Ответа я не услышал, потому что поперхнулся. Отведя дух, я смущённо огляделся вокруг, но споткнулся взглядом на соседнем из столиков, утыканных чернокожей клиентурой из Лумумбы. За этим столиком, наискосок от меня, покачивался на стуле юный негр. Гибкий и тонкий, как тропическая лиана. Он нервничал в присутствии златокудрой спутницы. Тоже гибкой и тонкой, как юная берёза.

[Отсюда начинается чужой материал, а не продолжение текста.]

/// The tops CSV of forward-modelled wells (default parameters, catalogue and sea level),
/// depths printed in full so they read back as built.
fn forward_tops(wells: &[(&str, f64, f64, f64)]) -> String {
    let catalogue = Catalogue::published_defaults();
    let params = ModelParameters::default();
    let mut csv = format!("{TOPS_HEADER}\n");
    for &well in wells {
        let column = forward_well(
            &forward_spec(well),
            &catalogue,
            &params,
            &SeaLevelCurve::default(),
        )
        .expect("the forward model builds the invented well");
        for s in &column.surfaces {
            writeln!(
                csv,
                "{},{},{},{},{},{},{}",
                column.name,
                s.horizon,
                s.depth_m,
                s.age_ma,
                s.lithology_below
                    .as_ref()
                    .map(|l| l.label())
                    .unwrap_or_default(),
                s.water_depth.min_m,
                s.water_depth.max_m
            )
            .expect("write to a String");
        }
    }
    csv
}

/// A small hand-written tops file: one well, three surfaces, no rift needed.
const SMALL_TOPS: &str = "\
well,horizon,depth_m,age_ma,lithology,water_depth_m
Orrin-1,Sea floor,150,0,shale,150
Orrin-1,Top Marl,900,30,sandstone,60
Orrin-1,Base Marl,1600,70,,20
";

/// A temporary directory holding the invented files of one test.
struct Workspace {
    dir: TempDir,
}

impl Workspace {
    fn new() -> Workspace {
        Workspace {
            dir: tempfile::tempdir().expect("temporary directory"),
        }
    }

    fn path(&self, name: &str) -> PathBuf {
        self.dir.path().join(name)
    }

    /// Write `text` to `name` and return the path as an argument.
    fn file(&self, name: &str, text: &str) -> String {
        let path = self.path(name);
        std::fs::write(&path, text).expect("write an invented file");
        path.display().to_string()
    }

    /// Run `sagline analyze ARGS` in this directory.
    fn analyze(&self, args: &[&str]) -> Output {
        Command::new(env!("CARGO_BIN_EXE_sagline"))
            .arg("analyze")
            .args(args)
            .current_dir(self.dir.path())
            .output()
            .expect("run the sagline binary")
    }
}

fn stderr(out: &Output) -> String {
    String::from_utf8_lossy(&out.stderr).into_owned()
}

/// The JSON on stdout of a successful run.
fn success_json(out: &Output) -> Value {
    assert!(
        out.status.success(),
        "exit {:?}; stderr: {}",
        out.status,
        stderr(out)
    );
    serde_json::from_slice(&out.stdout).unwrap_or_else(|e| {
        panic!(
            "stdout is not JSON ({e}): {}",
            String::from_utf8_lossy(&out.stdout)
        )
    })
}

Девушка сидела ко мне в профиль, разговаривала громко и меня не видела. Впрочем, если бы и увидела, могла не узнать: во время нашей единственной встречи в мастерской резника её занимал не я, а чёрный петух на груди.

— Тебе нехорошо? — спросил меня Ворошилов.

— За что, говорю, пьём? — не повернулся я к нему.

— Я ответил. А куда ты смотришь?

— На этого негра. Еле, видишь, дышит бедняга: блузка очень тесная.

— На нём никакой блузки нету… Блузка на ней.

— Эту блузку я и имею в виду.

— Я не понял, — смутился Ворошилов, но через мгновение рассмеялся. — От неё, кстати, мало кому дышится спокойно.

— А ты её знаешь? — спросил я.

— Её тут все знают, — кивнул он и снова поднял стакан. — Давай сейчас за нашу личную дружбу!

— Почему же её все знают? — продолжил я.

— Ну не все, а у нас в Лумумбе. Работает с африканцами. Ну, в постелях.

— Ей нужны деньги? — удивился я.

— Тебе всё ещё плохо, — предположил Ворошилов. — Деньги всем нужны. Как правило, из денежных же соображений. Но ты даже не суетись: она — только с неграми!

— Да? Ей, значит, нужны не деньги?

— Ей, наверно, нужны за это и деньги…

— Слушай, Ворошилов, — остановил я его, — перестань умничать: давай скажу я тебе умные слова!

— Твои? — насторожился он.

— Не бойся, не мои. Я хотел спросить тебя про любовь, но никогда, сказано, не спрашивай что такое любовь, ибо ответ может напугать.

— Да? — произнёс теперь Ворошилов после паузы и опустил стакан на стол. — А ты про кого это? Объяснишь?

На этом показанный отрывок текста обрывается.